今日は夏至。午後5時。アニエス・ヴァルダが撮った「5時から7時までのクレオ」という映画を思い出す。パリの街並みはどんな光に包まれているのだろうか。日没までの時間、西陽の射す窓辺でペンを執ることにした。
先月から今月にかけて、行きつけの店「Bar Bossa」に足を踏み入れると、4回続けて『美しき音楽のある風景〜素晴らしきメランコリーのアルゼンチン〜』がちょうど店内でかかっているところだった。素直に嬉しい。「Bar Bossa」で流れているのを気に入って、マスターの林さんに訊いてCD買ったんですよ、と声をかけてくれた方もすでに3人(林さんは毎晩かけてくれているらしい)。こんな感じで、いろいろな場所でいろいろな方に助けられているのだろう。
そういうお店のひとつ、姫路の「HUMMOCK Cafe」から先週、カフェの8年の軌跡をたどった素敵な小冊子が送られてきた(吉本宏コレクションのフルーツ・シールがデザインされたハンカチと一緒に)。さっそく読んだ僕は、本当に大感動してしまった。何か忘れかけていた大切なものを思い出させてもらったような気がした。この店のナカムラ夫妻の出会いをうらやましく思うと共に、すぐにでも美しいヨット・ハーバーと小さな緑の山に囲まれた「HUMMOCK Cafe」を訪ねたくなった。心地よい潮風がバルコニーのオリーヴの木を揺らし、甘やかなコーヒーの香りが漂う中で『素晴らしきメランコリーのアルゼンチン』が流れるその店の光景を、今も思っている。

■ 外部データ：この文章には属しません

def load_flow_session(model: PlantModel, bank_buses: dict, weak: bool = False, v_source_pu: float = 1.0,
                      load_scale: float = 1.0) -> "LoadFlow":
    """The :class:`LoadFlow` of a plant with the given banks, in one supply scenario.

    The weak-supply session is derived from the nominal one by changing the supply
    impedance in the bus admittance matrix (:meth:`LoadFlow.with_supply`) when the
    nominal session runs on arrays; otherwise it is a pandapower session of its own.
    Memoised in the running check's memo (:mod:`resonance.memo`).

    Parameters
    ----------
    model : PlantModel
        Plant model.
    bank_buses : dict
        Bank name -> bus name.
    weak : bool
        Weak-supply scenario (``sc_mva_supply_min``).

    Returns
    -------
    LoadFlow
    """
    v, ls = float(v_source_pu), float(load_scale)

    def make() -> "LoadFlow":
        if (v, ls) != (1.0, 1.0):  # the envelope: derived from the session at 1.0 pu and full load
            base = load_flow_session(model, bank_buses, weak, 1.0, 1.0)
            lf = base.with_envelope(v, ls) if base.mode == "arrays" else None
            return lf if lf is not None else LoadFlow(model, bank_buses, weak=weak, v_source_pu=v, load_scale=ls)
        if weak and model.sc_mva_supply_min:
            nominal = load_flow_session(model, bank_buses, False, v, ls)
            xr = model.x_r_supply_min or model.x_r_supply
            lf = nominal.with_supply(model.sc_mva_supply_min, xr) if nominal.mode == "arrays" else None
            return lf if lf is not None else LoadFlow(model, bank_buses, weak=True, v_source_pu=v, load_scale=ls)
        return LoadFlow(model, bank_buses, weak=weak, v_source_pu=v, load_scale=ls)

    return remember("load_flow_session", (model, weak, v, ls, tuple(sorted(bank_buses.items()))), make)


class LoadFlow:
    """Fundamental load flows of one plant with its banks at chosen outputs.

    The net is copied once, the supply is put behind its Thevenin impedance
    and each bank becomes a constant-impedance shunt whose output is changed
    between runs; later runs start from the previous solution.

    pandapower solves the case once with every bank at zero.  Its bus
    admittance matrix, injections and bus types then go to
    :func:`resonance.model.loadflow.newton_raphson`, which must reproduce
    pandapower's voltages to 1e-7 pu before it is used; each bank step then
    only adds its susceptance to one diagonal entry (``mode == "arrays"``).
    Where that check fails, every step is a pandapower ``runpp``
    (``mode == "pandapower"``).

    Parameters
    ----------
    model : PlantModel
        Plant model (its net is copied, never modified).
    bank_buses : dict
        Bank name -> bus name.
    weak : bool
        Use the weak-supply short-circuit power (``sc_mva_supply_min``).

    References
    ----------
    pandapower documentation, ``runpp`` (Newton-Raphson power flow); Tinney and
    Hart (1967), see :mod:`resonance.model.loadflow`.
    """

    def __init__(self, model: PlantModel, bank_buses: dict, weak: bool = False, v_source_pu: float = 1.0,
                 load_scale: float = 1.0):
        self._pp = _pp()
        self.model = model
        self.net = copy.deepcopy(model.net)
        if load_scale != 1.0 and len(self.net.load):  # the envelope's light load (pandapower's own scaling)
            self.net.load["scaling"] = self.net.load["scaling"].astype(float) * float(load_scale)
        sc = model.sc_mva_supply_min if weak and model.sc_mva_supply_min else model.sc_mva_supply
        xr = model.x_r_supply_min if weak and model.x_r_supply_min else model.x_r_supply
        self._source = _supply_behind_impedance(self._pp, self.net, model, sc, xr)
        if v_source_pu != 1.0:  # the envelope's supply voltage, at the source EMF behind its impedance
            self.net.ext_grid["vm_pu"] = self.net.ext_grid["vm_pu"].astype(float) * float(v_source_pu)
        self.shunt = {}
        for name, bus in bank_buses.items():
            b = model.bus_pp[bus]
            self.shunt[name] = int(self._pp.create_shunt(self.net, b, q_mvar=0.0, p_mw=0.0,
                                                         vn_kv=float(self.net.bus.at[b, "vn_kv"])))
        self._solved = False
        #: how the steps are solved: "arrays" (resonance.model.loadflow on pandapower's own Ybus) or
        #: "pandapower" (runpp per step, when the arrays path could not be set up or verified)
        self.mode = "pandapower"
        self._pf = None
        self._v_last = None
        try:
            self._runpp()
        except Exception:  # noqa: BLE001  (pandapower's own errors; the per-step path reports them)
            return
        self._setup_arrays()

    def with_supply(self, sc_mva: float, x_r: float) -> "LoadFlow | None":
        """The same session with another supply short-circuit power (arrays mode only).

        Parameters
        ----------
        sc_mva : float
            Supply short-circuit power [MVA].
        x_r : float
            Supply X/R [unitless].

        Returns
        -------
        LoadFlow or None
            A new session sharing this one's arrays, or None where this session
            is not on arrays or has no supply impedance to change.

        Notes
        -----
        The supply impedance is a series branch between the source-EMF bus ``a``
        and the supply bus ``s``; changing its admittance from ``y`` to ``y'``
        adds ``y' - y`` to ``Y[a, a]`` and ``Y[s, s]`` and subtracts it from
        ``Y[a, s]`` and ``Y[s, a]`` (Grainger and Stevenson, sec. 7.4).
        """
        if self.mode != "arrays" or not self._source:
            return None
        import scipy.sparse as sp  # noqa: PLC0415

        from resonance.model.loadflow import PowerFlowCase  # noqa: PLC0415

        lookup = np.asarray(self.net._pd2ppc_lookups["bus"])
        rows, cols, vals = [], [], []
        for aux, sup, r_old, x_old in self._source:
            a, b = int(lookup[aux]), int(lookup[sup])
            r_new, x_new = supply_impedance_pu(sc_mva, x_r, float(self.net.sn_mva))
            dy = 1.0 / complex(r_new, x_new) - 1.0 / complex(r_old, x_old)
            rows += [a, b, a, b]
            cols += [a, b, b, a]
            vals += [dy, dy, -dy, -dy]
        n = self._pf.n_bus
        dyb = sp.csr_matrix((np.array(vals, complex), (rows, cols)), shape=(n, n))
        new = copy.copy(self)
        new._pf = PowerFlowCase(ybus=(self._pf.ybus + dyb).tocsr(), sbus=self._pf.sbus, v0=self._pf.v0,
                                ref=self._pf.ref, pv=self._pf.pv, pq=self._pf.pq)
        new._source = [(aux, sup, *supply_impedance_pu(sc_mva, x_r, float(self.net.sn_mva)))
                       for aux, sup, _, _ in self._source]
        new._v_last = None if self._v_last is None else self._v_last.copy()
        return new

    def with_envelope(self, v_source_pu: float, load_scale: float) -> "LoadFlow | None":
        """The same session with the supply EMF at ``v_source_pu`` [pu] and the linear loads
        scaled by ``load_scale`` [unitless] (arrays mode only; None otherwise).

        Notes
        -----
        Loads are constant power in this load flow (``voltage_depend_loads=False``), so scaling
        them scales their part ``-(P_D + j Q_D) / S_base`` of the bus injections; the EMF is the
        voltage magnitude of the reference bus (the source behind the supply impedance).
        """
        if self.mode != "arrays":
            return None
        from resonance.model.loadflow import PowerFlowCase  # noqa: PLC0415

        try:
            bus = np.asarray(self.net._ppc["internal"]["bus"], float)
            s_load = (bus[:, 2] + 1j * bus[:, 3]) / self._base_mva  # PD, QD columns of the case [MW, Mvar]
        except (AttributeError, KeyError, TypeError, ValueError, IndexError):
            return None
        if s_load.size != self._pf.n_bus:
            return None
        v0 = self._pf.v0.copy()
        v0[self._pf.ref] = v0[self._pf.ref] * float(v_source_pu)
        new = copy.copy(self)
        new._pf = PowerFlowCase(ybus=self._pf.ybus, sbus=self._pf.sbus + (1.0 - float(load_scale)) * s_load, v0=v0,
                                ref=self._pf.ref, pv=self._pf.pv, pq=self._pf.pq)
        new._v_last = None
        return new

    def _runpp(self) -> None:
        with warnings.catch_warnings():
            warnings.simplefilter("ignore")
            self._pp.runpp(self.net, calculate_voltage_angles=False, trafo_model="pi", numba=False,
                           init="results" if self._solved else "flat", voltage_depend_loads=False)
        self._solved = True

    def _setup_arrays(self) -> None:
        """Take pandapower's bus admittance matrix and injections (banks at zero) and verify
        that :func:`resonance.model.loadflow.newton_raphson` reproduces pandapower's solution."""
        from resonance.model.loadflow import PowerFlowCase, newton_raphson  # noqa: PLC0415

        try:
            internal = self.net._ppc["internal"]
            lookup = np.asarray(self.net._pd2ppc_lookups["bus"])
            ybus = internal["Ybus"].tocsr()
            v_pp = np.asarray(internal["V"], complex).copy()
            ref = np.asarray(internal["ref"], int)
            pv = np.asarray(internal["pv"], int)
            pq = np.asarray(internal["pq"], int)
            sbus = np.asarray(internal["Sbus"], complex).copy()
        except (AttributeError, KeyError, TypeError, ValueError):
            return
        n = v_pp.size
        if ybus.shape != (n, n) or sbus.size != n or ref.size == 0:
            return
        v0 = np.full(n, np.exp(1j * np.angle(v_pp[ref[0]])), complex)
        fixed = np.concatenate([ref, pv])
        v0[fixed] = np.abs(v_pp[fixed]) * np.exp(1j * np.angle(v_pp[ref[0]]))
        v0[ref] = v_pp[ref]
        pf = PowerFlowCase(ybus=ybus, sbus=sbus, v0=v0, ref=ref, pv=pv, pq=pq)
        v, ok, _ = newton_raphson(pf)
        # trust the arrays path only where it reproduces pandapower's own load flow
        if not ok or np.max(np.abs(v - v_pp)) > 1e-7:
            return
        bank_idx = {}
        for name in self.shunt:
            b = int(self.net.shunt.at[self.shunt[name], "bus"])
            k = int(lookup[b]) if b < lookup.size else -1
            if not 0 <= k < n:
                return
            bank_idx[name] = k
        model_idx = {}
        for name, m in self.model.model_bus.items():
            b = self.model.bus_pp[name]
            k = int(lookup[b]) if b < lookup.size else -1
            if not 0 <= k < n:
                return
            model_idx[m] = k
        self._pf = pf
        self._bank_idx = bank_idx
        self._model_idx = model_idx
        self._base_mva = float(internal["baseMVA"])
        self._v_last = v
        self.mode = "arrays"

    def vm_pu(self, q_kvar: dict) -> np.ndarray:
        """Bus voltages with the banks at the given outputs.

        Parameters
        ----------
        q_kvar : dict
            Bank name -> reactive power at the bus nominal voltage [kvar]
            (constant impedance; banks not named are off).

        Returns
        -------
        ndarray, shape (n_model_bus,)
            Voltage magnitude per model bus [pu].

        Raises
        ------
        ModelError
            The load flow did not converge.
        """
        if self.mode == "arrays":
            vm = self._vm_arrays(q_kvar)
        else:
            vm = self._vm_pandapower(q_kvar)
        # a solution far from nominal is a spurious Newton root (seen near 1e-9 pu when a bank
        # reaches 40-100 % of the short-circuit power at its bus), not an operating point
        if not np.all((vm > 0.5) & (vm < 2.5)):
            self._solved = False
            self._v_last = None
            raise ModelError(f"fundamental load flow found no plausible operating point "
                             f"(bus voltages {vm.min():.3g} to {vm.max():.3g} pu)")
        return vm

    def _vm_arrays(self, q_kvar: dict) -> np.ndarray:
        from resonance.model.loadflow import solve_with_shunts  # noqa: PLC0415

        names = list(self._bank_idx)
        bus = np.array([self._bank_idx[k] for k in names], int)
        b_pu = np.array([float(q_kvar.get(k, 0.0)) / 1000.0 / self._base_mva for k in names])
        v, ok, _ = solve_with_shunts(self._pf, bus, b_pu, v_start=self._v_last)
        if not ok and self._v_last is not None:
            v, ok, _ = solve_with_shunts(self._pf, bus, b_pu)  # again from the flat start
        if not ok:
            self._v_last = None
            raise ModelError("fundamental load flow did not converge (Newton-Raphson on the bus admittance matrix)")
        self._v_last = v
        vm = np.ones(self.model.arrays.n_bus)
        for m, k in self._model_idx.items():
            vm[m] = abs(v[k])
        return vm

    def _vm_pandapower(self, q_kvar: dict) -> np.ndarray:
        for name, idx in self.shunt.items():
            self.net.shunt.at[idx, "q_mvar"] = -float(q_kvar.get(name, 0.0)) / 1000.0
        try:
            self._runpp()
        except Exception as e:  # pandapower raises its own LoadflowNotConverged and others
            self._solved = False
            raise ModelError(f"fundamental load flow did not converge ({type(e).__name__})") from None
        vm = np.ones(self.model.arrays.n_bus)
        for name, m in self.model.model_bus.items():
            vm[m] = float(self.net.res_bus.at[self.model.bus_pp[name], "vm_pu"])
        return vm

いよいよ7/7にアプレミディに先行入荷してくるカルロス・アギーレのファースト・アルバムの日本盤にも、そうした方々から待望の声が日増しに高まり(北海道/仙台/山形/下北沢/吉祥寺/名古屋/神戸/姫路/岡山/福岡……と、全国から反響が届いています)、真摯な歌詞の素晴らしさや手描きの水彩画、手づくりのパッケージにこめられた思いを感じとっていただける方が少しでも増えたらと願っている。このページの最後には、吉本宏による詳細なライナーを掲載しておくので、ぜひお読みいただければと思う。このプロジェクトが多くの音楽ファンの献身的な情熱によって支えられていることも特筆すると共に、その強いサポートによって秋には奇跡のカルロス・アギーレ初来日公演も実現しそうな勢い、ということも付け加えておきたい。また、僕とアプレミディ・レコーズを担当するインパートメントの稲葉ディレクターは、カルロス・アギーレのニュー・アルバムを日本原盤で制作できないか、などとも夢想している。そんなことを考えたのは、最近「Rove」という雑誌からお薦めのレゲエ・ディスクを問われて、こんな原稿を書いたばかりだったからかもしれない。
Gladstone Anderson 『Don't Look Back』
愛してやまないジャマイカの名ピアニスト。インストゥルメンタル中心のムーディスク盤も大愛聴作だが、これほど心を穏やかにしてくれる一枚はない。美しいメロディーとファルセットの歌声に奇跡が宿るヴォーカル作品。原田治さんのジャケットの絵もボブ・ディランを思い出すタイトルも最高な、心から拍手を贈るべき日本制作盤。こういうアイディアと熱意に満ちたアルバムを作ろうという気概を持つレコード会社は今ないのだろうか。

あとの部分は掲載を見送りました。